Schematic diagram of KIF18A’s role in OS progression. KIF18A is overexpressed in OS, which may be induced by certain lncRNAs and mutations of the TP53 gene and KRAS gene. KIF18A is involved in promoting proliferation, invasion and migration of OS cells, also KIF18A knockdown induces apoptosis of OS cells. The red arrow indicates a significant increase. This figure created by Adobe Illustrator 2020 (Adobe Systems Incorporated, San Jose, CA, USA).
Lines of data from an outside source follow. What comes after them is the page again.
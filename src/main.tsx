import { StrictMode } from "react";
import { createRoot } from "react-dom/client";
import "@fontsource-variable/inter/wght.css";
import "./index.css";
import { AppProvider, createQueryClient } from "@/app/provider";
import { createAppRouter } from "@/app/router";
import { registerServiceWorker } from "@/lib/service-worker";

const root = document.getElementById("root");
if (!root) throw new Error("The page has no #root element");

// The router starts loading the page's code and the signed-in user the moment it exists, so it is made before
// React's first render rather than inside it.
const queryClient = createQueryClient();
const router = createAppRouter(queryClient);

createRoot(root).render(
  <StrictMode>
    <AppProvider queryClient={queryClient} router={router} />
  </StrictMode>,
);
registerServiceWorker();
Availability of Data and Materials

The data used to support the findings of this study are available from the corresponding author upon request.

Author Contributions

Conceptualization, ZG, WM and HC; Data curation, YW and JR; Funding acquisition, ZG; Investigation, NX; Methodology, ZG and SZ; Software, ZG and XH; Writing – original draft, ZG; Writing – review & editing, WM and HC. All authors contributed to editorial changes in the manuscript. All authors read and approved the final manuscript. All authors have participated sufficiently in the work and agreed to be accountable for all aspects of the work.

Ethics Approval and Consent to Participate

The study was carried out in accordance with the guidelines of the Declaration of Helsinki. A written consent was signed by the patients or their families/legal guardians. The use of patients’ samples and collection procedures has been reviewed and approved by the Ethics Committee of Ningbo No. 6 Hospital (Approval No.: 2025003). Animal experiments were conducted in accordance with the National Regulations on the Administration of Laboratory Animals (Beijing, China). The animal use protocol has been reviewed and approved by the Animal Ethics and Welfare Committee (AEWC) of Ningbo University (Approval No.: AEWC-2024-0002).

Acknowledgment

Thanks to Laboratory Animal Center of Ningbo University for the technical support.

Funding

This study is supported by Ningbo Natural Science Foundation (202003N4283), Medical Health Science and Technology Project of Zhejiang Provincial Health Commission (2020KY840), Ningbo Clinical Research Center for Orthopedics, Sports Medicine & Rehabilitation (2024L004).

Conflict of Interest

The authors declare no conflict of interest.